Exercise aim:
In the records that come next, find every line with "Fatalf". Return those lines.

[Stored items]

========

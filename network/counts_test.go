package network

import (
	"bytes"
	"math"
	"strings"
	"testing"
)

func countsOf(t *testing.T, m *Model) *Counts {
	t.Helper()
	net, probs := Check(m)
	if err := probs.Err(); err != nil {
		t.Fatal(err)
	}
	c, err := net.Counts()
	if err != nil {
		t.Fatal(err)
	}
	return c
}

// mass-action propensity a = C·Π falling factorials, as the engine
// computes it.
func massProp(ch CountChannel, x []float64) float64 {
	a := ch.C
	for _, r := range ch.Reactants {
		for m := 0; m < r.N; m++ {
			a *= x[r.Species] - float64(m)
		}
	}
	return a
}

// TestCombinatorialPropensities checks the conversion of mass-action
// rates to propensities against the combinatorial forms of Gillespie
// (1977) and Wilkinson (Stochastic Modelling for Systems Biology), with
// Ω = volume × molecules per amount: ∅ → A has k·Ω, A → … has k·n_A,
// A + B → … has (k/Ω)·n_A·n_B, 2 A → … has (k/Ω)·n_A(n_A − 1).
func TestCombinatorialPropensities(t *testing.T) {
	m := &Model{
		Units:        Units{MoleculesPerAmount: 100},
		Compartments: []Compartment{{Name: "cell", Volume: 2}},
		Species:      []Species{{Name: "A", Initial: 0.5}, {Name: "B", Initial: 0.25}, {Name: "C"}},
		Parameters:   []Parameter{{Name: "k", Value: 3}},
		Reactions: []Reaction{
			{Name: "make", Equation: "-> A", Rate: NewRate(MassAction, "k", "k")},
			{Name: "lose", Equation: "A ->", Rate: NewRate(MassAction, "k", "k")},
			{Name: "bind", Equation: "A + B -> C", Rate: NewRate(MassAction, "k", "k")},
			{Name: "pair", Equation: "2 A <=> C", Rate: NewRate(MassAction, "k", "k", "k_reverse", 0.5)},
		},
	}
	c := countsOf(t, m)
	const omega = 200.0
	x := []float64{100, 50, 7}
	if c.Initial[0] != 100 || c.Initial[1] != 50 || c.Omega[0] != omega {
		t.Fatalf("initial counts %v, Ω %v", c.Initial, c.Omega)
	}
	want := map[string]float64{
		"make": 3 * omega, "lose": 3 * 100, "bind": 3 / omega * 100 * 50,
		"pair": 3 / omega * 100 * 99, "pair (reverse)": 0.5 * 7,
	}
	if len(c.Channels) != len(want) {
		t.Fatalf("%d channels", len(c.Channels))
	}
	for _, ch := range c.Channels {
		if got := massProp(ch, x); math.Abs(got-want[ch.Name]) > 1e-12*want[ch.Name] {
			t.Errorf("%s: propensity %v, want %v", ch.Name, got, want[ch.Name])
		}
	}
	if p := c.Channels[3].Change; len(p) != 2 || p[0] != (CountTerm{0, -2}) || p[1] != (CountTerm{2, 1}) {
		t.Errorf("pair changes %v", p)
	}
}

// TestGeneralPropensity: a Michaelis–Menten reaction's propensity is its
// rate at the counts' concentrations × volume × molecules per amount.
func TestGeneralPropensity(t *testing.T) {
	m := &Model{
		Units:        Units{Amount: "nM"},
		Compartments: []Compartment{{Name: "well", Volume: 1e-12}},
		Species:      []Species{{Name: "S", Initial: 10}, {Name: "P"}},
		Parameters:   []Parameter{{Name: "vmax", Value: 2}, {Name: "km", Value: 5}},
		Reactions:    []Reaction{{Name: "conv", Equation: "S -> P", Rate: NewRate(MichaelisMenten, "vmax", "vmax", "km", "km")}},
	}
	c := countsOf(t, m)
	omega := 1e-12 * Avogadro * 1e-9 // molecules per nM in a picolitre: 602.2
	if math.Abs(c.Omega[0]-omega) > 1e-9*omega || c.Initial[0] != math.Round(10*omega) {
		t.Fatalf("Ω %v, initial %v", c.Omega[0], c.Initial[0])
	}
	if len(c.Approximate) != 1 || !c.Channels[0].General {
		t.Fatalf("approximate %v", c.Approximate)
	}
	d := c.NewDynamic()
	x := []float64{3000, 0}
	s := 3000 / omega
	want := 2 * s / (5 + s) * omega
	if got := d.Propensity(0, 0, x); math.Abs(got-want) > 1e-12*want {
		t.Errorf("propensity %v, want %v", got, want)
	}
}

func TestMoleculesPerAmount(t *testing.T) {
	for _, c := range []struct {
		units Units
		want  float64
		err   string
	}{
		{Units{Amount: "uM"}, Avogadro * 1e-6, ""},
		{Units{Amount: "µM"}, Avogadro * 1e-6, ""},
		{Units{Amount: "molecules"}, 1, ""},
		{Units{Amount: "nM", MoleculesPerAmount: 7}, 7, ""},
		{Units{Amount: "mg/L"}, 0, `"mg/L" is not one`},
		{Units{}, 0, "no amount unit"},
		{Units{MoleculesPerAmount: -1}, 0, "not allowed"},
	} {
		n, _, err := MoleculesPerAmount(&Model{Units: c.units})
		switch {
		case c.err != "" && (err == nil || !strings.Contains(err.Error(), c.err) || !strings.HasPrefix(err.Error(), "units.molecules_per_amount: ")):
			t.Errorf("%+v: error %v, want one with %q naming units.molecules_per_amount", c.units, err, c.err)
		case c.err == "" && (err != nil || math.Abs(n-c.want) > 1e-12*c.want):
			t.Errorf("%+v: %v, %v; want %v", c.units, n, err, c.want)
		}
	}
}

func TestCountsProblems(t *testing.T) {
	m := &Model{
		Species:   []Species{{Name: "A", Initial: 1}, {Name: "B"}},
		Reactions: []Reaction{{Name: "half", Equation: "0.5 A -> B", Rate: NewRate(MassAction, "k", 1)}},
	}
	net, _ := Check(m)
	_, err := net.Counts()
	el, ok := err.(ErrorList)
	if !ok || len(el) != 2 {
		t.Fatalf("error %v: want the coefficient and the missing molecules_per_amount", err)
	}
	if !strings.Contains(err.Error(), "whole number") || !strings.Contains(err.Error(), "molecules_per_amount") {
		t.Errorf("error %v", err)
	}
}

// TestCountEvents: a dose of an amount becomes amount × molecules per
// amount molecules; a parameter set by an event changes the mass-action
// constants.
func TestCountEvents(t *testing.T) {
	m := &Model{
		Units:        Units{MoleculesPerAmount: 10},
		Compartments: []Compartment{{Name: "c", Volume: 4}},
		Species:      []Species{{Name: "A", Initial: 1}},
		Parameters:   []Parameter{{Name: "k", Value: 1}},
		Reactions:    []Reaction{{Name: "lose", Equation: "A ->", Rate: NewRate(MassAction, "k", "k")}},
		Events:       []Event{{Name: "dose", At: Number(2), Add: []Change{{"A", "3"}}, Set: []Change{{"k", "5"}}}},
	}
	c := countsOf(t, m)
	d := c.NewDynamic()
	d.ResetEvents(0)
	if next := d.NextEvent(0); next != 2 {
		t.Fatalf("next event %v", next)
	}
	x := []float64{17}
	if names := d.Fire(2, x, nil); len(names) != 1 || x[0] != 17+30 {
		t.Fatalf("fired %v, count %v; want 47 (3 amount units × 10 molecules)", names, x[0])
	}
	// k is now carried in the state (an event sets it), so the channel is
	// a general one: its propensity is k·[A]·V·(molecules per amount) =
	// 5 × 47 (first-order decay, common practice).
	var got float64
	if c.Channels[0].General {
		got = d.Propensity(0, 2, x)
	} else {
		cs := make([]float64, 1)
		d.Constants(cs)
		got = cs[0] * x[0]
	}
	if math.Abs(got-5*47) > 1e-9 {
		t.Errorf("propensity after the event %v, want %v", got, 5*47)
	}
}

func TestMoleculesPerAmountFile(t *testing.T) {
	m := &Model{Units: Units{Amount: "nM", MoleculesPerAmount: 602.2}, Species: []Species{{Name: "A"}},
		Reactions: []Reaction{{Name: "r", Equation: "A ->", Rate: NewRate(MassAction, "k", 1)}}}
	var buf bytes.Buffer
	if err := m.Write(&buf); err != nil {
		t.Fatal(err)
	}
	if !strings.Contains(buf.String(), `"molecules_per_amount": 602.2`) {
		t.Fatalf("written: %s", buf.String())
	}
	back, err := Read(&buf, "m.json")
	if err != nil {
		t.Fatal(err)
	}
	if back.Units != m.Units {
		t.Errorf("read back %+v, want %+v", back.Units, m.Units)
	}
}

========

Response to the task:
		t.Fatalf("initial counts %v, Ω %v", c.Initial, c.Omega)
		t.Fatalf("%d channels", len(c.Channels))
		t.Fatalf("Ω %v, initial %v", c.Omega[0], c.Initial[0])
		t.Fatalf("approximate %v", c.Approximate)
		t.Fatalf("error %v: want the coefficient and the missing molecules_per_amount", err)
		t.Fatalf("next event %v", next)
		t.Fatalf("fired %v, count %v; want 47 (3 amount units × 10 molecules)", names, x[0])
		t.Fatalf("written: %s", buf.String())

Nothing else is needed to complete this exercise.